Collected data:
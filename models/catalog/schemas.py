"""Which section of a catalogue file holds which kind of part, and what its values must satisfy."""

from __future__ import annotations

import math
from collections.abc import Callable, Mapping
from dataclasses import dataclass, fields
from functools import cached_property
from types import UnionType
from typing import Any, get_type_hints

from models.catalog.capacitor_sheet import DC_LINK_RULES
from models.catalog.consistency import Check, at_most, below, rising, same_length, warm_energy
from models.catalog.core_sheet import CORE_MATERIAL_RULES
from models.catalog.derivations import Number, Quantity, Rule
from models.catalog.device_curves import curve_quantities
from models.catalog.device_sheet import DEVICE_RULES, device_anchors
from models.catalog.parts import (
    DEVICE_CLASSES,
    AcCapacitor,
    ChokeMaterial,
    ClampDiode,
    Conductor,
    CoreMaterial,
    CoreShape,
    CostModel,
    DcLinkCapacitor,
    Device,
    EmissionLimit,
    Fan,
)


def _no_anchors(plain: Mapping[str, Any]) -> tuple[str, ...]:
    return ()


@dataclass(frozen=True)
class Schema:
    """One kind of part: its section in the TOML files, its dataclass, and rules for its values."""

    section: str
    part_type: type[Any]
    rules: tuple[Rule, ...] = ()
    zero_allowed: frozenset[str] = frozenset()
    signed: frozenset[str] = frozenset()
    at_most_one: frozenset[str] = frozenset()
    unbounded: frozenset[str] = frozenset()
    lists: frozenset[str] = frozenset()  # quantities apart from fields that hold more than one number
    choices: Mapping[str, tuple[str, ...]] | None = None
    checks: tuple[Check, ...] = ()
    anchors: Callable[[Mapping[str, Any]], tuple[str, ...]] = _no_anchors
    curves: Callable[[Any, float | None, bool], tuple[dict[str, Quantity], list[str]]] | None = None

    @cached_property
    def _hints(self) -> dict[str, type | UnionType]:
        return get_type_hints(self.part_type)

    @cached_property
    def field_names(self) -> tuple[str, ...]:
        """Fields of the dataclass but name and origin."""
        return tuple(f.name for f in fields(self.part_type) if f.name not in ("name", "origin"))

    @cached_property
    def numeric_fields(self) -> tuple[str, ...]:
        """Fields that hold numbers with a unit and an origin."""
        return tuple(n for n in self.field_names if self._hints[n] in (float, tuple[float, ...]))

    @cached_property
    def tuple_fields(self) -> frozenset[str]:
        """Numeric fields that hold more than one number."""
        return frozenset(n for n in self.numeric_fields if self._hints[n] == tuple[float, ...])

    @cached_property
    def plain_fields(self) -> dict[str, type]:
        """Fields that hold words, counts or yes/no, and their types."""
        plain = {n: self._hints[n] for n in self.field_names if n not in self.numeric_fields}
        return {n: tuple if hint == tuple[str, ...] else hint for n, hint in plain.items()}  # type: ignore[misc]

    @cached_property
    def quantities(self) -> tuple[str, ...]:
        """All numeric names a file may state: fields, and what the rules make fields from."""
        names = dict.fromkeys(self.numeric_fields)
        for rule in self.rules:
            names.update(dict.fromkeys((rule.target, *rule.needs)))
        return tuple(names)

    def faults_alone(self, quantities: Mapping[str, Quantity]) -> list[str]:
        """What is wrong with each value by itself, in words."""
        return [
            f"{name} {fault} ({quantity.origin})"
            for name, quantity in quantities.items()
            if (fault := self._fault(name, quantity.value))
        ]

    def faults(self, quantities: Mapping[str, Quantity]) -> list[str]:
        """What is wrong with the values of a whole part, in words: each by itself, then together."""
        values = {name: quantity.value for name, quantity in quantities.items()}
        alone = self.faults_alone(quantities)
        return alone or [message for check in self.checks if (message := check(values))]

    def _fault(self, name: str, value: Number) -> str:
        """What is wrong with one value: shape, finiteness, sign, greatest value."""
        many = name in self.tuple_fields or name in self.lists
        if isinstance(value, tuple) != many:
            return f"must be {'a list of numbers' if many else 'one number'}, got {value}"
        low = min(value) if isinstance(value, tuple) else value
        high = max(value) if isinstance(value, tuple) else value
        if any(math.isnan(n) for n in (value if isinstance(value, tuple) else (value,))):
            return "must not be NaN"
        if math.isinf(high) and name not in self.unbounded:
            return f"must be finite, got {high:g}"
        if name in self.at_most_one and high > 1.0:
            return f"must not exceed 1, got {high:g}"
        if name in self.signed:
            return ""
        if name in self.zero_allowed:
            return f"must not be negative, got {low:g}" if low < 0.0 else ""
        return "" if low > 0.0 else f"must be greater than zero, got {low:g}"


_DEVICE_ZERO = frozenset(
    {
        "threshold_25_v",
        "threshold_hot_v",
        "recovery_energy_j_per_av",
        "recovery_charge_25_c_per_a",
        "output_charge_c_per_m2",
        "output_energy_j_per_m2",
        "output_charge_voltage_exponent",
        "gate_unit_power_w",
        *(f"{name}_constant_share" for name in ("turn_on", "turn_off", "recovery")),
    }
)

SCHEMAS: tuple[Schema, ...] = (
    Schema(
        "devices",
        Device,
        rules=DEVICE_RULES,
        zero_allowed=_DEVICE_ZERO,
        # turn-on of some unipolar parts gets cheaper with temperature
        signed=frozenset(
            {
                "gate_off_v",
                *(f"{name}_temperature_coefficient_per_k" for name in ("turn_on", "turn_off", "recovery")),
            }
        ),
        at_most_one=frozenset(
            {
                "voltage_use_limit",
                "turn_on_share",
                *(f"{name}_constant_share" for name in ("turn_on", "turn_off", "recovery")),
            }
        ),
        curves=curve_quantities,
        unbounded=frozenset({"greatest_switching_frequency_hz"}),
        choices={"device_class": DEVICE_CLASSES},
        checks=(
            at_most("die_area_min_m2", "die_area_max_m2"),
            *(warm_energy(name) for name in ("turn_on", "turn_off", "recovery")),
        ),
        anchors=lambda plain: device_anchors(bool(plain["shared_die"])),
    ),
    Schema(
        "clamp_diodes",
        ClampDiode,
        zero_allowed=frozenset(
            {
                "recovery_energy_j_per_av",
                "recovery_temperature_coefficient_per_k",
                "output_charge_c_per_m2",
                "output_charge_voltage_exponent",
            }
        ),
        at_most_one=frozenset({"voltage_use_limit"}),
    ),
    Schema(
        "core_materials",
        CoreMaterial,
        rules=CORE_MATERIAL_RULES,
        lists=frozenset({"steinmetz_k_per_kg_and_khz"}),
        unbounded=frozenset({"rolloff_field_a_per_m"}),
        choices={"kind": ("gapped", "powder")},
        checks=(
            same_length("band_min_hz", "band_max_hz", "steinmetz_k", "steinmetz_alpha", "steinmetz_beta"),
            rising("band_min_hz"),
            below("band_min_hz", "band_max_hz"),
        ),
    ),
    Schema("core_shapes", CoreShape, zero_allowed=frozenset({"stack_depth_m"})),
    Schema(
        "conductors",
        Conductor,
        zero_allowed=frozenset({"strand_diameter_m", "copper_share_bobbin", "copper_share_toroid"}),
        at_most_one=frozenset({"copper_share_bobbin", "copper_share_toroid"}),
        choices={"kind": ("round", "litz", "foil")},
    ),
    Schema("ac_capacitors", AcCapacitor, zero_allowed=frozenset({"price_fixed"})),
    Schema(
        "dc_link_capacitors",
        DcLinkCapacitor,
        rules=DC_LINK_RULES,
        choices={"technology": ("film", "electrolytic")},
    ),
    Schema("fans", Fan),
    Schema("choke_materials", ChokeMaterial),
    Schema(
        "emission_limits",
        EmissionLimit,
        zero_allowed=frozenset({"power_range_va"}),
        unbounded=frozenset({"power_range_va"}),
        checks=(same_length("frequency_hz", "quasi_peak_dbuv", "average_dbuv"), rising("frequency_hz")),
    ),
)

COST_SCHEMA = Schema(
    "cost",
    CostModel,
    at_most_one=frozenset({"packing_factors", "wound_part_margin"}),
    checks=(
        same_length("rating_va", "control_price", "housing_price"),
        same_length("auxiliary_rating_va", "auxiliary_power_w"),
        same_length("labour_rating_va", "inductor_labour"),
        same_length("choke_current_a", "choke_price"),
        same_length("quantity_pieces", "quantity_factor"),
        *(rising(n) for n in ("rating_va", "auxiliary_rating_va", "labour_rating_va")),
        *(rising(n) for n in ("choke_current_a", "quantity_pieces")),
    ),
)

▶ _Work task_: Copy the entries above exactly, but only from the line holding "low = min(value)" through the line holding "if name in self.at_most_one", both included.

▶ _Exercise output_:
        low = min(value) if isinstance(value, tuple) else value
        high = max(value) if isinstance(value, tuple) else value
        if any(math.isnan(n) for n in (value if isinstance(value, tuple) else (value,))):
            return "must not be NaN"
        if math.isinf(high) and name not in self.unbounded:
            return f"must be finite, got {high:g}"
        if name in self.at_most_one and high > 1.0:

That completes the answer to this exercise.